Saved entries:

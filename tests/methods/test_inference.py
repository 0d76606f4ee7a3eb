"""Tests of sweepaudit.methods.inference.

Verified against an outside reference:
- sharpe_inference: theory, size under the null: on sweeps with no edge, the default DSR exceeds
  0.95 in at most about 5 % of sweeps (binomial standard error tolerance).

Internal consistency only: the headline DSR equals deflated_sharpe called directly with the chosen
inputs; the variants grid; None fields and their warnings.
"""

from __future__ import annotations

import math

import numpy as np
import pytest

from sweepaudit.errors import InputError
from sweepaudit.methods.deflation import deflated_sharpe
from sweepaudit.methods.inference import sharpe_inference

from .sweeps import neighbour_sweep


def test_sharpe_inference_headline_matches_direct_call():
    rng = np.random.default_rng(9)
    x = neighbour_sweep(rng, 300, 15, 4, means=np.linspace(0, 0.12, 15)) * 0.01
    best = int(np.argmax(x.mean(axis=0) / x.std(axis=0, ddof=1)))
    result = sharpe_inference(x, selected=best, trials=40, periods_per_year=52, sharpe_variance="iid")
    column = x[:, best]
    sharpe = column.mean() / column.std(ddof=1)
    centred = column - column.mean()
    skewness = np.mean(centred**3) / np.mean(centred**2) ** 1.5
    kurtosis = np.mean(centred**4) / np.mean(centred**2) ** 2
    assert result.observed == pytest.approx(sharpe, rel=1e-12)
    assert result.kurtosis == pytest.approx(kurtosis, rel=1e-12)
    direct = deflated_sharpe(
        sharpe, observations=300, trials=40, trial_sharpe_variance=1 / 299, skewness=skewness, kurtosis=kurtosis
    )
    assert result.deflated.probability == pytest.approx(direct.probability, rel=1e-12)
    assert result.deflated.benchmark_sharpe == pytest.approx(direct.benchmark_sharpe, rel=1e-12)
    assert (result.variance_mode, result.expected_maximum, result.trials_for_deflation) == ("null", "approximate", "declared")
    assert result.trials == 40
    # Undeclared trials (40 - 15) count as independent on top of the estimate for the 15 supplied.
    assert result.effective_trials == pytest.approx(result.effective_trials_detail.li_ji + 25)
    assert len(result.variants) == 8
    exact = result.variant("empirical", "exact", "effective")
    assert exact.trials == pytest.approx(result.effective_trials)
    assert exact.trial_sharpe_variance == pytest.approx(result.trial_sharpe_variance_empirical)
    assert result.observed_annualized == pytest.approx(sharpe * math.sqrt(52))
    assert result.min_track_record_years == pytest.approx(result.min_track_record_observations / 52)
    assert result.serial_correlation_factor is not None
    assert result.probabilistic.benchmark == 0.0
    assert result.standard_error == pytest.approx(direct.standard_error, rel=1e-12)
    assert result.standard_error_serial_correlation > 0
    assert result.deflated_iid.probability == pytest.approx(direct.probability, rel=1e-12)


def test_long_run_inference_scales_the_leading_term():
    # Internal: with sharpe_variance="long-run" the selected q replaces Mertens' leading 1 and the
    # family's median q scales the null trial variance; the iid figures are kept beside.
    from sweepaudit.methods.longrun import long_run_variance
    from sweepaudit.methods.sharpe import probabilistic_sharpe

    rng = np.random.default_rng(19)
    x = neighbour_sweep(rng, 260, 12, 4, means=np.linspace(0, 0.15, 12)) * 0.01
    best = int(np.argmax(x.mean(axis=0) / x.std(axis=0, ddof=1)))
    estimate = long_run_variance(x)
    robust = sharpe_inference(x, selected=best, periods_per_year=52, long_run=estimate)
    iid = sharpe_inference(x, selected=best, periods_per_year=52, sharpe_variance="iid")
    q = float(estimate.ratio[best])
    assert robust.long_run_ratio == pytest.approx(q)
    assert robust.long_run_ratio_trial == pytest.approx(float(np.median(estimate.ratio)))
    assert robust.trial_sharpe_variance_null == pytest.approx(robust.long_run_ratio_trial / 259)
    direct = probabilistic_sharpe(robust.observed, benchmark=0.0, observations=260, skewness=robust.skewness,
                                  kurtosis=robust.kurtosis, long_run_ratio=q)
    assert robust.probabilistic.probability == pytest.approx(direct.probability, rel=1e-12)
    assert robust.probabilistic_iid.probability == pytest.approx(iid.probabilistic.probability, rel=1e-12)
    assert robust.deflated_iid.probability == pytest.approx(iid.deflated.probability, rel=1e-12)
    assert robust.min_track_record_iid_observations == pytest.approx(iid.min_track_record_observations, rel=1e-12)


def test_sharpe_inference_none_fields_carry_warnings():
    rng = np.random.default_rng(10)
    x = rng.standard_normal((60, 4)) - 0.5  # every configuration loses money
    result = sharpe_inference(x, selected=0)
    assert result.observed_annualized is None and result.square_root_factor is None
    assert result.min_track_record_observations is None and result.min_track_record_years is None
    assert any("periods per year unknown" in w for w in result.warnings)
    assert any("minimum track record undefined" in w for w in result.warnings)


def test_sharpe_inference_serial_correlation_annualization():
    rng = np.random.default_rng(11)
    x = rng.standard_normal((400, 3)) + 0.1
    result = sharpe_inference(x, selected=1, periods_per_year=12, annualization="serial_correlation")
    assert result.annualization == "serial_correlation"
    assert result.observed_annualized == pytest.approx(result.observed * result.serial_correlation_factor)


def test_sharpe_inference_errors():
    rng = np.random.default_rng(12)
    x = rng.standard_normal((100, 6))
    with pytest.raises(
        InputError,
        match=r"trials must be at least the sweep's 6 configurations \(every configuration of the sweep is a trial\); got 4",
    ):
        sharpe_inference(x, selected=0, trials=4)
    with pytest.raises(InputError, match=r"selected must be a column index from 0 to 5; got 6"):
        sharpe_inference(x, selected=6)
    with pytest.raises(InputError, match=r"trials must be a whole number of configurations tried; got 7.5"):
        sharpe_inference(x, selected=0, trials=7.5)
    with pytest.raises(InputError, match=r"variance_mode must be one of null, empirical; got 'cross'"):
        sharpe_inference(x, selected=0, variance_mode="cross")
    with pytest.raises(InputError, match=r"trials_for_deflation must be one of declared, effective; got 'all'"):
        sharpe_inference(x, selected=0, trials_for_deflation="all")
    with pytest.raises(InputError, match=r"periods_per_year must be positive and finite; got 0"):
        sharpe_inference(x, selected=0, periods_per_year=0)
    with pytest.raises(InputError, match=r"annualization='serial_correlation' needs a whole number of periods per year"):
        sharpe_inference(x, selected=0, periods_per_year=252, annualization="serial_correlation")
    with pytest.raises(InputError, match=r"variance_mode='empirical' needs at least 2 configurations; got 1"):
        sharpe_inference(x[:, :1], selected=0, variance_mode="empirical")
    with pytest.raises(InputError, match=r"no deflated Sharpe ratio computed"):
        sharpe_inference(x[:, :1], selected=0).variant("empirical", "exact", "declared")


def _false_positive_rates(sweeps: int, seed: int) -> tuple[float, float]:
    """Share of no-edge sweeps passing 0.95: (default DSR, undeflated PSR against 0)."""
    rng = np.random.default_rng(seed)
    deflated = undeflated = 0
    for _ in range(sweeps):
        x = neighbour_sweep(rng, 200, 20, 5)
        best = int(np.argmax(x.mean(axis=0) / x.std(axis=0, ddof=1)))
        result = sharpe_inference(x, selected=best)
        deflated += result.deflated.probability > 0.95
        undeflated += result.probabilistic.probability > 0.95
    return deflated / sweeps, undeflated / sweeps


def test_default_deflated_sharpe_size_under_the_null():
    """Theory (size): no configuration has an edge (20 correlated configurations, T = 200), so the
    default DSR should exceed 0.95 in at most about 5 % of sweeps. Tolerance: 5 % plus two binomial
    standard errors of a 5 % rate over 200 sweeps."""
    rate, undeflated = _false_positive_rates(200, seed=2014)
    assert rate <= 0.05 + 2 * math.sqrt(0.05 * 0.95 / 200)
    # Control: selecting the best of 20 without deflation passes far more often, so the check bites.
    assert undeflated > 0.2


@pytest.mark.slow
def test_default_deflated_sharpe_size_under_the_null_long():
    """As above with 3000 sweeps."""
    rate, _ = _false_positive_rates(3000, seed=2015)
    assert rate <= 0.05 + 2 * math.sqrt(0.05 * 0.95 / 3000)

THE PROBLEM =
Copy exactly the line that contains "sharpe_inference(x, selected=0, periods_per_year=0)" and every line after it, up to and including the last line of the records.

YOUR RESPONSE =
        sharpe_inference(x, selected=0, periods_per_year=0)
    with pytest.raises(InputError, match=r"annualization='serial_correlation' needs a whole number of periods per year"):
        sharpe_inference(x, selected=0, periods_per_year=252, annualization="serial_correlation")
    with pytest.raises(InputError, match=r"variance_mode='empirical' needs at least 2 configurations; got 1"):
        sharpe_inference(x[:, :1], selected=0, variance_mode="empirical")
    with pytest.raises(InputError, match=r"no deflated Sharpe ratio computed"):
        sharpe_inference(x[:, :1], selected=0).variant("empirical", "exact", "declared")


def _false_positive_rates(sweeps: int, seed: int) -> tuple[float, float]:
    """Share of no-edge sweeps passing 0.95: (default DSR, undeflated PSR against 0)."""
    rng = np.random.default_rng(seed)
    deflated = undeflated = 0
    for _ in range(sweeps):
        x = neighbour_sweep(rng, 200, 20, 5)
        best = int(np.argmax(x.mean(axis=0) / x.std(axis=0, ddof=1)))
        result = sharpe_inference(x, selected=best)
        deflated += result.deflated.probability > 0.95
        undeflated += result.probabilistic.probability > 0.95
    return deflated / sweeps, undeflated / sweeps


def test_default_deflated_sharpe_size_under_the_null():
    """Theory (size): no configuration has an edge (20 correlated configurations, T = 200), so the
    default DSR should exceed 0.95 in at most about 5 % of sweeps. Tolerance: 5 % plus two binomial
    standard errors of a 5 % rate over 200 sweeps."""
    rate, undeflated = _false_positive_rates(200, seed=2014)
    assert rate <= 0.05 + 2 * math.sqrt(0.05 * 0.95 / 200)
    # Control: selecting the best of 20 without deflation passes far more often, so the check bites.
    assert undeflated > 0.2


@pytest.mark.slow
def test_default_deflated_sharpe_size_under_the_null_long():
    """As above with 3000 sweeps."""
    rate, _ = _false_positive_rates(3000, seed=2015)
    assert rate <= 0.05 + 2 * math.sqrt(0.05 * 0.95 / 3000)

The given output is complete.